Revolution, Iran-Iraq war, collapse of USSR, dead language of oriental Persian themes, disappointment of left-wing poets all together gave impetus to a new milieu in Persian poetry in which national icons took the place of repetitive oriental and utopian-socialist themes. Later Persian Poetry became familiar with a new identity of Iran as a heartland in the Middle East. All after the upheavals of war and revolution, a left-wing poet like Siavash Kasrai writes from the other coast of Caspian Sea; this particular poet was a member of Communist-Russia affiliated Tudeh Party, but the themes in his last poems are quite different as if he had just seen a different identity for his beloved homeland. War poetry depicts Persian Gulf, the River Karun and Arvand Rud… Quite a Mesopotamian landscape! It describes national icons through the sceneries of battlefield. Secular poets reminisce about other national icons like the landmarks of central Iran or mythological symbols, taking a step forward to rewrite a very original and historical concept of Iranian metropolis.

 The Street before You Leave Tehran – Poem by Rosa Jamali

Facing the airport, all that’s now left in my grasp is a crumpled land that fits in the palm of my hand Facing the wavering sunbeams of a sun that is cross and will not speak with us. All the way from the salt sands of Dasht-e Lut, it came, a dream that made my fingers shift, that set my teeth on edge, a muted breeze, a whirlwind spun from the sand dunes all the way through the back alley of our house. Pasting together the cut up fragments of my face to make me laugh? A short leap, no longer than the palm of the hand, exactly the length you had predicted A huge grave in which to lay the longest night of the year to sleep “Sleep has quit our eyelids for other pastures, has dropped its anchor at the shores of garden ponds has lost the chapped flaking of its lips, poor thing.” Pasting together the cut up fragments of my face to make me laugh?

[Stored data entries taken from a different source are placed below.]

def summary_method(area_method: str, class_names) -> dict:
    """The ``method`` entry of a sidecar: how cells are weighted, measured and summed."""
    return {
        "weighting": "coverage fraction of each cell inside the zone (exactextract) x cell area",
        "cell_area": area_method,
        "cell_counts": "whole cells with coverage > 0 (valid_cells: rate present; nodata_cells: rate NaN)",
        "area_km2": "area of the zone on the raster grid (parts outside the grid not counted)",
        "zone_area_km2": "whole area of the zone polygon, measured like the cells",
        "map_coverage_fraction": "area_km2 / zone_area_km2: below 1 where the zone runs off the map",
        "percentiles": (
            "area-weighted, from a histogram with a zero bin, a (0, 0.01) mm/kyr bin, 4000 "
            "log-spaced bins 0.01-10000 mm/kyr and an overflow bin, interpolated within the "
            f"bin clipped to the exact min/max; resolution {PERCENTILE_RELATIVE_RESOLUTION:.4%} of the value"
        ),
        "rock_volume": "sum of rate [mm/kyr] x covered area [km2]; 1 mm/kyr over 1 km2 = 1 m3/yr",
        "rock_mass": "rock volume x bulk density of the cell's rock type (rocks.csv, g/cm3 = t/m3)",
        "sinkholes": "rate, hazard class and rock of the cell holding each point; a point counts in every zone it intersects",
        "hazard_classes": class_names,
        "hazard_labels": ("hazard_dominant_name: the class of largest area; hazard_highest_name: the highest "
                          "class covering at least highest_class_min_share of area_km2; hazard_max_name "
                          "(any single cell) is deprecated and will be removed in the next release"),
    }


def layer_provenance(file, layer) -> dict:
    """Sidecar entry of a polygon layer (``PolygonLayer``) read from ``file``."""
    return {
        "file": str(file), "layer": layer.layer, "id_field": layer.id_field, "count": len(layer),
        "repaired_geometries": layer.repaired, "reprojected_from": layer.reprojected_from,
    }


def zone_table(layer, cols, class_names, area_method, method_column: bool = True):
    """GeoDataFrame of the zone layer: id, summary columns, method (unless ``method_column``
    is False), geometry (file's CRS)."""
    import geopandas

    from denude.io.vectors import user_attributes

    data = {layer.id_field: layer.frame[layer.id_field].to_numpy()}
    data.update(user_attributes(layer.frame, skip=(layer.id_field,), taken=list(cols) + ["cell_area_method"]))
    data.update(cols)
    if method_column:
        data["cell_area_method"] = np.full(len(layer), "geodesic" if area_method.startswith("geodesic") else "planar", dtype=object)
    return geopandas.GeoDataFrame(data, geometry=list(layer.frame.geometry.values), crs=layer.frame.crs)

With scissors – snip, snip –they’re cutting something up. The alphabet shavings strewn on the ground, are they the letters of our name? With every other zig-zag, rigid and unyielding, in the middle of the salt dunes, flat and vast, did you cage my mother’s breath, her footprints fading in the shifting sands? Pasting together the cut up fragments of my face to make me laugh? No! … I will not return to the last street. I left behind a shoe, one of a pair, for you to put on and follow after me A strange shape forms facing the horizon… It fits in the palm of the hand! A big leap, beyond what three legs could manage, the length of the palm of the hand.

(Translated from original Persian to English by Franklin D. Lewis).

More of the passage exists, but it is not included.